| "We are just about to begin the
sixth year of the depression. We have one-and-a-quarter million persons
dependent upon public charity, and probably as many more who are able to
get only one or two days’ work a week or who are dependent upon
relatives and friends. That is too heavy a burden of suffering for any
civilized community to carry." --Upton Sinclair, during his race for Governor of California in 1934 |
Upton Beall Sinclair, Jr. (1878-1968) was already a famous writer and radical when he settled in Southern California in 1915.
Nine years earlier, his best-selling novel The Jungle had spurred reform of U.S. meat inspection laws and promoted passage of the Pure Food and Drug Act. Sinclair was an outspoken Socialist and an activist for miners’ rights.
Stormy as his life was before 1915, the years in California produced even greater controversy, and his campaign for Governor in 1934 assured him a permanent place in the state’s political history.
Sinclair was born in Baltimore, Md., on Sept. 20, 1878. His grandfather and great-grandfather had distinguished naval careers (great-grandfather Commodore Arthur Sinclair fought in the first American naval battle of the Revolution). His parents were considered "impoverished Southern gentry." His father was a traveling salesman -- and a heavy drinker. Sinclair, a lifelong teetotaler, wrote often on the subject of alcoholism.

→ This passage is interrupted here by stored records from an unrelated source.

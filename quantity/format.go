package quantity

import (
	"fmt"
	"math"
	"strconv"
	"strings"
	"unicode/utf8"
)

// String returns the value and its coherent SI unit. Twelve dimensions
// are written with a unit of special name or a compound of one — N, Pa,
// W, N·m, Pa·s, N/m, N/m³, W/m², W/(m·K), W/(m²·K), J/K and J/(kg·K),
// each for exactly its dimension ("138434.1 N", "101325 Pa",
// "0.0010016 Pa·s", "4186 J/(kg·K)") — and every other in the SI
// base-unit form ("1.225 kg·m⁻³"; "2 s⁻¹", since a dimension cannot tell
// a frequency in Hz from an angular velocity in rad/s). A dimensionless
// quantity is its number alone.
//
// The one dimension shared by named quantities whose units take
// different names is L² M T⁻², energy and torque: it is written N·m,
// which is the unit of a moment of force and, since 1 J = 1 N·m by the
// joule's definition, a correct spelling of an energy too, where J would
// misname a torque (SI Brochure, 8th ed. (2006), Table 3, "J = N m", and
// Table 4, "moment of force: newton metre, N m"). Print an energy in
// joules with units.Printer and its Prefer map.
//
// ParseQuantitySI, and so UnmarshalText, reads every form String writes
// back to the same bits and dimension. Other units and prefixes are the
// units package's job (units.Printer).
func (q Quantity) String() string {
	return q.text(q.d.unitText(false), 'g', -1)
}

// ASCII returns the value and its unit in ASCII, for logs and CSV:
// "1.225 kg m^-3", "101325 Pa", "0.0010016 Pa*s".
func (q Quantity) ASCII() string {
	return q.text(q.d.unitText(true), 'g', -1)
}

// namedUnits is the fixed set of units a Quantity's text names, each for
// exactly its dimension: the coherent derived units with special names of
// mechanics — the newton, the pascal, the watt — and the coherent
// compounds of them that the SI Brochure gives as examples for the
// quantities of fluids and heat-transfer work (SI Brochure, 8th ed.
// (2006), Tables 3 and 4: Pa s, N m, N/m, W/m², J/K, J/(kg K), W/(m K));
// W/(m²·K) for a heat transfer coefficient and N/m³ for a specific weight
// follow the same pattern (common practice). Nothing else is named: no
// hertz, becquerel, radian or steradian (a dimension cannot tell a
// frequency from an angular velocity), no katal, no electrical unit, and
// no J or T alone, which ParseDim reads as the ISO symbols of luminous
// intensity and time. Each Unicode spelling is the one units.Unit.Format
// writes and each ASCII spelling the one units.Unit.String writes, so the
// units package reads both back to the same dimension with factor one.
var namedUnits = [...]struct {
	name, ascii string
	d           Dim
}{
	{"N", "N", Force},
	{"Pa", "Pa", Pressure},
	{"W", "W", Power},
	{"N·m", "N*m", Torque}, // also energy and work: see String
	{"Pa·s", "Pa*s", DynamicViscosity},
	{"N/m", "N/m", SurfaceTension},
	{"N/m³", "N/m^3", SpecificWeight},
	{"W/m²", "W/m^2", HeatFluxDensity},
	{"W/(m·K)", "W/(m*K)", ThermalConductivity},
	{"W/(m²·K)", "W/(m^2*K)", HeatTransferCoefficient},
	{"J/K", "J/K", HeatCapacity},
	{"J/(kg·K)", "J/(kg*K)", SpecificHeatCapacity},
}

// unitText returns the unit a Quantity of dimension d is written in: a
// name from namedUnits, or the SI base-unit form.
func (d Dim) unitText(ascii bool) string {
	for _, n := range namedUnits {
		if n.d == d {
			if ascii {
				return n.ascii
			}
			return n.name
		}
	}
	if ascii {
		return d.SIUnitASCII()
	}
	return d.SIUnit()
}

// namedDim returns the dimension of a unit name String or ASCII writes.
func namedDim(s string) (Dim, bool) {
	for _, n := range namedUnits {
		if n.name == s || n.ascii == s {
			return n.d, true
		}
	}
	return 0, false
}

func (q Quantity) text(unit string, verb byte, prec int) string {
	s := strconv.FormatFloat(q.v, verb, prec, 64)
	if uint64(q.d) == 0 {
		return s
	}
	return s + " " + unit
}

// Format implements fmt.Formatter. The verbs %v, %s, %g, %G, %e, %E and %f
// format the number as strconv does, honouring precision (%.4g), followed
// by the unit String writes (a name from its fixed set, or the SI
// base-unit form); width pads the whole text, counted in runes, to the
// left unless the '-' flag is given; the '#' flag selects the ASCII unit
// form and '+' forces a sign. %v and %s without precision equal String.
func (q Quantity) Format(f fmt.State, verb rune) {
	var b byte
	switch verb {
	case 'v', 's':
		b = 'g'
	case 'g', 'G', 'e', 'E', 'f', 'F':
		b = byte(verb)
	default:
		fmt.Fprintf(f, "%%!%c(quantity.Quantity=%s)", verb, q.String())
		return
	}
	prec, ok := f.Precision()
	if !ok {
		prec = -1
		if b == 'f' || b == 'F' || b == 'e' || b == 'E' {
			prec = 6
		}
	}
	unit := q.d.unitText(f.Flag('#'))
	s := q.text(unit, b, prec)
	if f.Flag('+') && !math.Signbit(q.v) && !math.IsNaN(q.v) { // -0 has its sign already
		s = "+" + s
	}
	if w, ok := f.Width(); ok {
		if n := w - len([]rune(s)); n > 0 {
			pad := strings.Repeat(" ", n)
			if f.Flag('-') {
				s += pad
			} else {
				s = pad + s
			}
		}
	}
	_, _ = f.Write([]byte(s))
}

// maxDimText bounds the input ParseDim reads.
const maxDimText = 256

// ParseDim reads a dimension in either of the forms Dim prints: the ISO
// dimension form ("L⁻¹ M T⁻²", "L^-1 M T^-2", Θ also as "Th") or the SI
// base-unit form ("kg·m⁻¹·s⁻²", "kg m^-1 s^-2"). Factors are separated by
// spaces, '·' or '*'; exponents are Unicode superscripts or follow '^' as
// an integer or a parenthesised fraction ("m^(1/2)"). "1" and "" are the
// dimension one. Repeated factors multiply. It reports an *Error of class ErrParse.
func ParseDim(s string) (Dim, error) {
	if len(s) > maxDimText {
		return Dim(0), parseError(s, maxDimText, "text longer than 256 bytes")
	}
	t := strings.TrimSpace(s)
	if t == "" || t == "1" {
		return Dim(0), nil
	}
	var d Dim
	i := 0
	for i < len(s) {
		r, n := utf8.DecodeRuneInString(s[i:])
		if r == ' ' || r == '*' || r == '·' || r == '\t' {
			i += n
			continue
		}
		start := i
		for i < len(s) {
			r, n := utf8.DecodeRuneInString(s[i:])
			if !isSymbolRune(r) {
				break
			}
			i += n
		}
		if i == start {
			return Dim(0), parseError(s, i, fmt.Sprintf("unexpected %q", r))
		}
		sym := s[start:i]
		b, ok := lookupBase(sym)
		if !ok {
			return Dim(0), parseError(s, start, fmt.Sprintf("unknown base symbol %q (want one of L M T I Θ N J or m kg s A K mol cd)", sym))
		}
		num, den := 1, 1
		if i < len(s) {
			var err error
			var used int
			num, den, used, err = parseExponent(s, i)
			if err != nil {
				return Dim(0), err
			}
			i += used
		}
		e, err := DimOf(b, num, den)
		if err != nil {
			return Dim(0), parseError(s, start, err.(*Error).Reason)
		}
		if d, err = d.Mul(e); err != nil {
			return Dim(0), parseError(s, start, "exponent of "+b.String()+" overflows")
		}
	}
	return d, nil
}

// MustParseDim is like ParseDim but panics on error; it is meant for
// package-level declarations.
func MustParseDim(s string) Dim {
	d, err := ParseDim(s)
	if err != nil {
		panic(err)
	}
	return d
}

func isSymbolRune(r rune) bool {
	return r >= 'a' && r <= 'z' || r >= 'A' && r <= 'Z' || r == 'Θ'
}

func lookupBase(sym string) (Base, bool) {
	for b := Base(0); b < NumBases; b++ {
		if sym == baseSymbol[b] || sym == baseSymbolASCII[b] || sym == baseUnit[b] {
			return b, true
		}
	}
	return 0, false
}

var supValue = map[rune]int{'⁰': 0, '¹': 1, '²': 2, '³': 3, '⁴': 4, '⁵': 5, '⁶': 6, '⁷': 7, '⁸': 8, '⁹': 9}

// parseExponent reads an optional exponent at s[i:]: Unicode superscripts
// or '^' followed by an integer or "(n/d)". It returns 1/1 with used = 0 if
// there is none.
func parseExponent(s string, i int) (num, den, used int, err error) {
	start := i
	r, n := utf8.DecodeRuneInString(s[i:])
	if _, ok := supValue[r]; ok || r == '⁻' {
		neg := false
		if r == '⁻' {
			neg = true
			i += n
		}
		v, digits := 0, 0
		for i < len(s) {
			r, n := utf8.DecodeRuneInString(s[i:])
			dv, ok := supValue[r]
			if !ok {
				break
			}
			if digits >= 3 {
				return 0, 0, 0, parseError(s, i, "exponent too long")
			}
			v = v*10 + dv
			digits++
			i += n
		}
		if digits == 0 {
			return 0, 0, 0, parseError(s, i, "superscript minus without digits")
		}
		if neg {
			v = -v
		}
		return v, 1, i - start, nil
	}
	if r != '^' {
		return 1, 1, 0, nil
	}
	i++
	paren := i < len(s) && s[i] == '('
	if paren {
		i++
	}
	num, i, err = parseInt(s, i)
	if err != nil {
		return 0, 0, 0, err
	}
	den = 1
	if paren {
		if i < len(s) && s[i] == '/' {
			den, i, err = parseInt(s, i+1)
			if err != nil {
				return 0, 0, 0, err
			}
			if den <= 0 {
				return 0, 0, 0, parseError(s, i, "exponent denominator must be positive")
			}
		}
		if i >= len(s) || s[i] != ')' {
			return 0, 0, 0, parseError(s, i, "missing ')' after exponent")
		}
		i++
	}
	return num, den, i - start, nil
}

func parseInt(s string, i int) (int, int, error) {
	start := i
	neg := false
	if i < len(s) && (s[i] == '-' || s[i] == '+') {
		neg = s[i] == '-'
		i++
	}
	v, digits := 0, 0
	for i < len(s) && s[i] >= '0' && s[i] <= '9' {
		if digits >= 3 {
			return 0, i, parseError(s, i, "exponent too long")
		}
		v = v*10 + int(s[i]-'0')
		digits++
		i++
	}
	if digits == 0 {
		return 0, start, parseError(s, start, "expected an integer exponent")
	}
	if neg {
		v = -v
	}
	return v, i, nil
}
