package quantity_test

import (
	"testing"

	"github.com/google/go-cmp/cmp"

	q "similis.dev/similis/quantity"
)

// TestProductFormat: the one formatter, in every style and layout.
func TestProductFormat(t *testing.T) {
	p := q.Product{{Name: "μ", Exp: q.RatInt(1)}, {Name: "ρ", Exp: q.RatInt(-1)}, {Name: "V_x", Exp: q.RatInt(-2)}, {Name: "D", Exp: q.MustRat(-1, 2)}, {Name: "z", Exp: q.RatInt(0)}}
	got := []string{
		p.Format(q.Unicode, q.Inline, ""),
		p.Format(q.ASCII, q.Inline, " "),
		p.Format(q.Unicode, q.Fraction, ""),
		p.Format(q.ASCII, q.Fraction, ""),
		p.Format(q.LaTeX, q.Fraction, ""),
		p.Format(q.LaTeX, q.Solidus, ""),
		p.Format(q.Markdown, q.Fraction, ""),
		q.Product{}.Format(q.Unicode, q.Fraction, ""),
		q.Product{{Name: "s", Exp: q.RatInt(-1)}}.Format(q.ASCII, q.Fraction, ""),
		p.Format(q.Style(42), q.Inline, ""),
	}
	want := []string{
		"μ·ρ⁻¹·V_x⁻²·D^(-1/2)",
		"μ ρ^-1 V_x^-2 D^(-1/2)",
		"μ/(ρ·V_x²·D^(1/2))",
		"μ/(ρ*V_x^2*D^(1/2))",
		`\frac{μ}{ρ\cdot V_x^{2}\cdot D^{1/2}}`,
		`μ/(ρ\cdot V_x^{2}\cdot D^{1/2})`,
		`μ/(ρ·V\_x²·D^(1/2))`,
		"1",
		"1/s",
		"μ·ρ⁻¹·V_x⁻²·D^(-1/2)",
	}
	if diff := cmp.Diff(want, got); diff != "" {
		t.Errorf("(-want +got):\n%s", diff)
	}
	if s := q.MustDim(-1, 1, -2, 0, 0, 0, 0); s.String() != "L⁻¹ M T⁻²" || s.SIUnit() != "kg·m⁻¹·s⁻²" || s.ASCII() != "L^-1 M T^-2" {
		t.Errorf("Dim spellings %q %q %q", s.String(), s.SIUnit(), s.ASCII())
	}
}
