package quantity

import (
	"strconv"
	"strings"

	"similis.dev/similis/internal/exact"
)

// Style selects how a product of powers — a dimension, a unit, a Pi
// group, a scale law — is written. It is the one style of the module:
// units, pigroups and similarity print through it.
type Style uint8

// Styles.
const (
	Unicode  Style = iota // kg·m⁻³, μ/(ρ·V·D), λ_L^(3/2)
	ASCII                 // kg*m^-3, mu/(rho*V*D), lambda_L^(3/2)
	LaTeX                 // \frac{\mu}{\rho\cdot V\cdot D}, m^{-3}
	Markdown              // as Unicode, with Markdown's * and _ escaped
)

// String names the style.
func (s Style) String() string {
	switch s {
	case Unicode:
		return "Unicode"
	case ASCII:
		return "ASCII"
	case LaTeX:
		return "LaTeX"
	case Markdown:
		return "Markdown"
	}
	return "Style(" + strconv.Itoa(int(s)) + ")"
}

// normal returns s, or Unicode for an undefined style.
func (s Style) normal() Style {
	if s > Markdown {
		return Unicode
	}
	return s
}

// Factor is one named factor of a product, raised to an exact power. The
// name is written as given: the caller spells it for the style.
type Factor struct {
	Name string
	Exp  Rat
}

// Product is a product of named factors raised to exact rational powers:
// the one representation behind the spelling of dimensions, units, Pi
// groups and scale laws. Factors with a zero exponent are left out when
// it is written.
type Product []Factor

// Layout says how a Product is laid out.
type Layout uint8

// Layouts.
const (
	// Inline writes every factor with its signed exponent: "L⁻¹ M T⁻²",
	// "λ_ρ·λ_L^(-3/2)".
	Inline Layout = iota
	// Fraction writes the factors with positive exponents over those with
	// negative ones: "μ/(ρ·V·D)"; in LaTeX, \frac{…}{…}.
	Fraction
	// Solidus is Fraction with a solidus in every style, LaTeX included:
	// "W/(m·K)", as the SI writes units in running text.
	Solidus
)

// Sep returns the product sign of a style: "·", "*", `\cdot `, "·".
func (s Style) Sep() string {
	switch s.normal() {
	case ASCII:
		return "*"
	case LaTeX:
		return `\cdot `
	}
	return "·"
}

// Format writes p in a style and layout, with sep between factors ("" for
// the style's product sign). The empty product is "1".
func (p Product) Format(style Style, layout Layout, sep string) string {
	var buf [64]byte // most spellings fit: one allocation, the string
	return string(p.AppendFormat(buf[:0], style, layout, sep))
}

// AppendFormat appends p as Format writes it.
func (p Product) AppendFormat(b []byte, style Style, layout Layout, sep string) []byte {
	style = style.normal()
	if sep == "" {
		sep = style.Sep()
	}
	if layout == Inline {
		n := 0
		for _, f := range p {
			if f.Exp.IsZero() {
				continue
			}
			if n > 0 {
				b = append(b, sep...)
			}
			b = appendName(b, f.Name, style)
			if !f.Exp.IsOne() {
				b = AppendExponent(b, f.Exp, style)
			}
			n++
		}
		if n == 0 {
			b = append(b, '1')
		}
		return b
	}
	nNum, nDen := 0, 0
	for _, f := range p {
		switch f.Exp.Sign() {
		case 1:
			nNum++
		case -1:
			nDen++
		}
	}
	frac := style == LaTeX && layout == Fraction && nDen > 0
	if frac {
		b = append(b, `\frac{`...)
	}
	b = p.appendSide(b, 1, nNum, style, sep)
	if nDen == 0 {
		return b
	}
	if frac {
		b = append(b, "}{"...)
		b = p.appendSide(b, -1, nDen, style, sep)
		return append(b, '}')
	}
	b = append(b, '/')
	if nDen > 1 {
		b = append(b, '(')
	}
	b = p.appendSide(b, -1, nDen, style, sep)
	if nDen > 1 {
		b = append(b, ')')
	}
	return b
}

// appendSide writes the factors whose exponent has the given sign, with
// the exponent's magnitude; "1" if there are none.
func (p Product) appendSide(b []byte, sign, n int, style Style, sep string) []byte {
	if n == 0 {
		return append(b, '1')
	}
	k := 0
	for _, f := range p {
		if f.Exp.Sign() != sign {
			continue
		}
		if k > 0 {
			b = append(b, sep...)
		}
		b = appendName(b, f.Name, style)
		e := f.Exp
		if sign < 0 {
			e = e.Neg()
		}
		if !e.IsOne() {
			b = AppendExponent(b, e, style)
		}
		k++
	}
	return b
}

var markdownEscaper = strings.NewReplacer("*", `\*`, "_", `\_`)

func appendName(b []byte, name string, style Style) []byte {
	if style == Markdown && strings.ContainsAny(name, "*_") {
		return append(b, markdownEscaper.Replace(name)...)
	}
	return append(b, name...)
}

var supDigits = [...]string{"⁰", "¹", "²", "³", "⁴", "⁵", "⁶", "⁷", "⁸", "⁹"}

// AppendExponent appends the exponent e as a style writes it after a
// symbol: "²", "⁻¹" and "^(1/2)" in Unicode and Markdown, "^2", "^-1" and
// "^(1/2)" in ASCII, "^{2}" and "^{1/2}" in LaTeX.
func AppendExponent(b []byte, e Rat, style Style) []byte {
	switch style.normal() {
	case LaTeX:
		b = append(b, "^{"...)
		b = append(b, e.String()...)
		return append(b, '}')
	case ASCII:
		if e.IsInt() {
			b = append(b, '^')
			return strconv.AppendInt(b, e.Num(), 10)
		}
	default:
		if e.IsInt() {
			n := e.Num()
			if n < 0 {
				b = append(b, "⁻"...)
			}
			// The magnitude as unsigned, exact for every int64.
			for _, c := range strconv.FormatUint(exact.Uabs(n), 10) {
				b = append(b, supDigits[c-'0']...)
			}
			return b
		}
	}
	b = append(b, "^("...)
	b = append(b, e.String()...)
	return append(b, ')')
}
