package quantity_test

import (
	"math"
	"math/rand/v2"
	"testing"

	"similis.dev/similis/quantity"
)

// kernelRows is the number of rows in the benchmark data set.
const kernelRows = 4096

// pipeRows holds invented pipe-flow data: density, velocity, diameter,
// dynamic viscosity, roughness and length, in SI units.
type pipeRows struct {
	rho, v, d, mu, eps, l []float64
}

func makePipeRows() pipeRows {
	r := rand.New(rand.NewPCG(1, 2))
	u := func(lo, hi float64) float64 { return lo + (hi-lo)*r.Float64() }
	var p pipeRows
	for range kernelRows {
		p.rho = append(p.rho, u(700, 1200))
		p.v = append(p.v, u(0.5, 5))
		p.d = append(p.d, u(0.02, 0.5))
		p.mu = append(p.mu, u(0.4e-3, 2e-3))
		p.eps = append(p.eps, u(1e-6, 1e-4))
		p.l = append(p.l, u(1, 100))
	}
	return p
}

func column(v []float64, d quantity.Dim) []quantity.Quantity {
	out := make([]quantity.Quantity, len(v))
	for i, x := range v {
		out[i] = quantity.New(x, d)
	}
	return out
}

type pipeQuantities struct {
	rho, v, d, mu, eps, l []quantity.Quantity
}

func (p pipeRows) quantities() pipeQuantities {
	return pipeQuantities{
		column(p.rho, quantity.Density), column(p.v, quantity.Velocity),
		column(p.d, quantity.Length), column(p.mu, quantity.DynamicViscosity),
		column(p.eps, quantity.Length), column(p.l, quantity.Length),
	}
}

type pipeSeries struct {
	rho, v, d, mu, eps, l quantity.Series
	// scratch destinations, reused across iterations
	re, t, u, f, dp quantity.Series
}

func (p pipeRows) series() *pipeSeries {
	return &pipeSeries{
		rho: quantity.NewSeries(p.rho, quantity.Density), v: quantity.NewSeries(p.v, quantity.Velocity),
		d: quantity.NewSeries(p.d, quantity.Length), mu: quantity.NewSeries(p.mu, quantity.DynamicViscosity),
		eps: quantity.NewSeries(p.eps, quantity.Length), l: quantity.NewSeries(p.l, quantity.Length),
	}
}

// kernelFloat computes ΣΔp for Darcy–Weisbach pressure drop with the
// Swamee–Jain (1976) explicit friction factor, on plain float64.
func kernelFloat(p *pipeRows) float64 {
	var sum float64
	rho, v, d, mu, eps, l := p.rho, p.v, p.d, p.mu, p.eps, p.l
	for i := range rho {
		re := rho[i] * v[i] * d[i] / mu[i]
		lg := math.Log10(eps[i]/d[i]*(1/3.7) + 5.74*(1/math.Pow(re, 0.9)))
		f := 0.25 / (lg * lg)
		sum += f * (l[i] / d[i]) * rho[i] * v[i] * v[i] * 0.5
	}
	return sum
}

// kernelQuantity is kernelFloat written as a user would with Quantity.
func kernelQuantity(p *pipeQuantities) quantity.Quantity {
	sum := quantity.New(0, quantity.Pressure)
	rho, v, d, mu, eps, l := p.rho, p.v, p.d, p.mu, p.eps, p.l
	for i := range rho {
		re := rho[i].Mul(v[i]).Mul(d[i]).Div(mu[i])
		lg := quantity.Log10(eps[i].Div(d[i]).Scale(1 / 3.7).Add(quantity.Powf(re, 0.9).Inv().Scale(5.74)))
		f := lg.Mul(lg).Inv().Scale(0.25)
		sum = sum.Add(f.Mul(l[i].Div(d[i])).Mul(rho[i]).Mul(v[i]).Mul(v[i]).Scale(0.5))
	}
	return sum
}

// kernelSeries is kernelFloat written with whole-Series operations.
func kernelSeries(s *pipeSeries) quantity.Quantity {
	s.re.SetMul(s.rho, s.v).SetMul(s.re, s.d).SetDiv(s.re, s.mu)
	s.t.SetDiv(s.eps, s.d).SetScale(s.t, 1/3.7)
	s.u.SetPowf(s.re, 0.9).SetInv(s.u).SetScale(s.u, 5.74)
	s.t.SetAdd(s.t, s.u).SetLog10(s.t)
	s.f.SetMul(s.t, s.t).SetInv(s.f).SetScale(s.f, 0.25)
	s.dp.SetDiv(s.l, s.d).SetMul(s.dp, s.f).SetMul(s.dp, s.rho).SetMul(s.dp, s.v).SetMul(s.dp, s.v).SetScale(s.dp, 0.5)
	return s.dp.Sum()
}

func arithFloat(p *pipeRows) (float64, float64) {
	var sq, sre float64
	rho, v, d, mu := p.rho, p.v, p.d, p.mu
	for i := range rho {
		sq += rho[i] * v[i] * v[i] * 0.5
		sre += rho[i] * v[i] * d[i] / mu[i]
	}
	return sq, sre
}

func arithQuantity(p *pipeQuantities) (quantity.Quantity, quantity.Quantity) {
	sq := quantity.New(0, quantity.Pressure)
	sre := quantity.Scalar(0)
	rho, v, d, mu := p.rho, p.v, p.d, p.mu
	for i := range rho {
		sq = sq.Add(rho[i].Mul(v[i]).Mul(v[i]).Scale(0.5))
		sre = sre.Add(rho[i].Mul(v[i]).Mul(d[i]).Div(mu[i]))
	}
	return sq, sre
}

var sinkF float64
var sinkQ quantity.Quantity

// BenchmarkKernel compares a pipe pressure-drop kernel on plain float64,
// on Quantity, and on Series; see the README for figures.
func BenchmarkKernel(b *testing.B) {
	rows := makePipeRows()
	qs := rows.quantities()
	ss := rows.series()
	kernelSeries(ss) // grow scratch storage before timing
	b.Run("float64", func(b *testing.B) {
		b.ReportAllocs()
		for b.Loop() {
			sinkF = kernelFloat(&rows)
		}
	})
	b.Run("quantity", func(b *testing.B) {
		b.ReportAllocs()
		for b.Loop() {
			sinkQ = kernelQuantity(&qs)
		}
	})
	b.Run("series", func(b *testing.B) {
		b.ReportAllocs()
		for b.Loop() {
			sinkQ = kernelSeries(ss)
		}
	})
}

// BenchmarkArith compares dynamic pressure and Reynolds number, no
// transcendental functions, on float64 and on Quantity.
func BenchmarkArith(b *testing.B) {
	rows := makePipeRows()
	qs := rows.quantities()
	b.Run("float64", func(b *testing.B) {
		b.ReportAllocs()
		for b.Loop() {
			sinkF, _ = arithFloat(&rows)
		}
	})
	b.Run("quantity", func(b *testing.B) {
		b.ReportAllocs()
		for b.Loop() {
			sinkQ, _ = arithQuantity(&qs)
		}
	})
}

func relDiff(a, b float64) float64 { return math.Abs(a-b) / math.Max(math.Abs(a), math.Abs(b)) }

func TestKernelVariantsAgree(t *testing.T) {
	rows := makePipeRows()
	want := kernelFloat(&rows)
	qs := rows.quantities()
	gotQ := kernelQuantity(&qs)
	gotS := kernelSeries(rows.series())
	for name, got := range map[string]quantity.Quantity{"quantity": gotQ, "series": gotS} {
		if got.Dim() != quantity.Pressure {
			t.Errorf("%s: ΣΔp has dimension %v, want pressure", name, got.Dim())
		}
		if d := relDiff(got.Value(), want); d > 1e-12 {
			t.Errorf("%s: ΣΔp = %v, float64 gives %v (relative difference %g)", name, got.Value(), want, d)
		}
	}
	sq, sre := arithFloat(&rows)
	q, re := arithQuantity(&qs)
	if relDiff(q.Value(), sq) > 1e-12 || relDiff(re.Value(), sre) > 1e-12 || q.Dim() != quantity.Pressure || !re.IsDimensionless() {
		t.Errorf("arith: quantity gives %v, %v; float64 gives %v, %v", q, re, sq, sre)
	}
	// A hand check of one row: ρ = 1000 kg/m³, V = 2 m/s, D = 0.1 m,
	// μ = 1e-3 Pa·s gives Re = 2e5 (definition of the Reynolds number).
	one := pipeRows{rho: []float64{1000}, v: []float64{2}, d: []float64{0.1}, mu: []float64{1e-3}, eps: []float64{4.6e-5}, l: []float64{10}}
	if _, re := arithFloat(&one); relDiff(re, 2e5) > 1e-15 {
		t.Errorf("Re = %v, want 2e5", re)
	}
}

Sinclair earned his way through City College of New York and Columbia University by writing stories for pulp magazines and boys’ weeklies. He joined the Socialist Party in 1902, and with his friend, the future novelist Jack London, helped found the Intercollegiate Socialist Society. He later ran unsuccessfully for Congress from New Jersey.
The Jungle, a blunt and detailed portrayal of unsanitary conditions and labor exploitation in Chicago’s meat-packing industry, was published in 1906 after being serialized in a Socialist weekly. A review by Jack London called it "the Uncle Tom’s Cabin of wage slavery." President Theodore Roosevelt read the book and reportedly threw his breakfast sausage out the window. He invited Sinclair to the White House and launched an investigation into the appalling conditions described. Legislation followed.
Sinclair used his Jungle earnings to found what he called his "Utopia" –- a cooperative living experiment near Englewood, N.J. Less than a year after it opened, Helicon Home Colony was destroyed by fire. Between then and his migration to California, Sinclair wrote continuously, traveled to Europe, and was arrested for picketing the New York offices of a Rockefeller-controlled mining company during a miners’ strike in Colorado.
In California, Sinclair and his wife Mary Craig bought a modest home in Pasadena, having heard that Pasadena had "no wintry winds, but only sunshine and the Tournament of Roses" – also plenty of tennis, which Sinclair liked to play. Mary Craig filled the house with second-hand furniture, which was all they could afford at the time.
There was nothing second-hand about the guest list at the Sinclairs. Over the years, it came to include Albert Einstein (while he was living in Pasadena as a guest of Caltech), Charlie Chaplin, Henry Ford (who sometimes wintered on an estate in nearby Altadena), King C. Gillette (inventor of the safety razor), Nobel Prize-winning writer Sinclair Lewis, oil heiress Aline Barnsdall, and plumbing heiress Kate Crane Gartz, the latter two being frequent supporters of Socialist causes. Ford and Gillette met several times in the Sinclair living room to discuss their divergent economic and political beliefs. With Einstein, Sinclair developed a warm and lasting relationship; the Sinclair papers housed at Indiana University include 32 letters from the great physicist.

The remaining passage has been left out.